Pakistan's military and civilian leaders insist Nato forces knew the location of its border posts and launched a deliberate, unprovoked attack.

However, American officials now say a Pakistani officer at a border co-ordination unit – set up to avoid misunderstanding of exactly this kind – told a joint US-Afghan patrol that Pakistan had no forces in the area clearing the way for the Americans to conduct air strikes.

"There were lots of mistakes made," an official told The Wall Street Journal. "There was not good situational awareness to who was where and who was doing what." Officials also cautioned that the latest account is based on initial interviews with the commandos involved and could change as more details come to light.
The US and Nato have sent condolences and expressed regret for the attack but have pointedly not offered an apology to Pakistan.

In response, Islamabad has withdrawn from a key conference in Germany to plot the future of Afghanistan, closed its borders to Nato supply convoys and begun a review of all relations with the US.

Relations have long been tense between the two allies, with Washington accusing elements of Pakistan's military and intelligence services of collaboration with the Taliban and other Islamist militants.
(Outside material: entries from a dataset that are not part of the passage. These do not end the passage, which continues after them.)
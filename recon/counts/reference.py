"""What signal counts are divided by: three ways to read the reference.

Dividing each signal by its own reference doubles the photon noise. Where many channels see one
laser, reference(f, p) = l(f) r(p) uses all of them, and the noise of the reference vanishes.
"""

from __future__ import annotations

from dataclasses import dataclass
from typing import Protocol as Interface

import numpy as np
from numpy.typing import NDArray

Frames = NDArray[np.float32]
FloatArray = NDArray[np.floating]


class Reference(Interface):
    """How reference counts become the light that signal counts are divided by."""

    def divide(self, signal: Frames, reference: Frames, windows: int) -> None:
        """Divide `signal` (frames of whole windows, channels) in place by the light's course.

        Both come with their offset taken off.
        """
        ...

    def left(self, level: FloatArray) -> Frames:
        """What remains to divide by, from the mean reference of the whole row, (channels,)."""
        ...


@dataclass(frozen=True)
class EveryFrame:
    """Each frame and channel by its own reference: laser noise goes, photon noise doubles."""

    def divide(self, signal: Frames, reference: Frames, windows: int) -> None:
        """Signal over its own reference."""
        signal /= _positive(reference)

    def left(self, level: FloatArray) -> Frames:
        """Nothing."""
        return np.ones(level.shape, np.float32)


@dataclass(frozen=True)
class WindowMean:
    """Each channel by its mean reference over a window: slow drift goes, little noise is added."""

    def divide(self, signal: Frames, reference: Frames, windows: int) -> None:
        """Signal over the window's mean reference."""
        frames, channels = signal.shape
        light = reference.reshape(windows, frames // windows, channels).mean(axis=1, keepdims=True)
        shaped = signal.reshape(windows, frames // windows, channels)
        shaped /= _positive(light)

    def left(self, level: FloatArray) -> Frames:
        """Nothing."""
        return np.ones(level.shape, np.float32)


@dataclass(frozen=True)
class LaserTimesChannel:
    """l(f) r(p): the laser's course from all channels, each channel's level from all frames."""

    def divide(self, signal: Frames, reference: Frames, windows: int) -> None:
        """Signal over the laser's course, the mean over the channels."""
        channels = signal.shape[1]
        course = reference @ np.full(channels, 1 / channels, np.float32)
        signal *= (1 / _positive(course))[:, None]

    def left(self, level: FloatArray) -> Frames:
        """Each channel's level relative to the mean."""
        return _positive(np.asarray(level / max(float(level.mean()), 1e-30), np.float32))


def _positive(light: Frames) -> Frames:
    """The light, or a great number where there is none, so that a dead channel gives zeros.

    A channel that dark is recognised as dead by its counts.
    """
    return np.where(light > 1e-4, light, np.float32(1e30)).astype(np.float32)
Pakistan has in turn alleged that US drone strikes aimed at militants have killed scores of civilians, stoking extremism and bolstering its own domestic Islamist insurgency.

A senior Pakistani security official rubbished the latest American account of the events.

"The attack was already well under way before any attempt was made to contact the border co-ordination unit," he told The Daily Telegraph.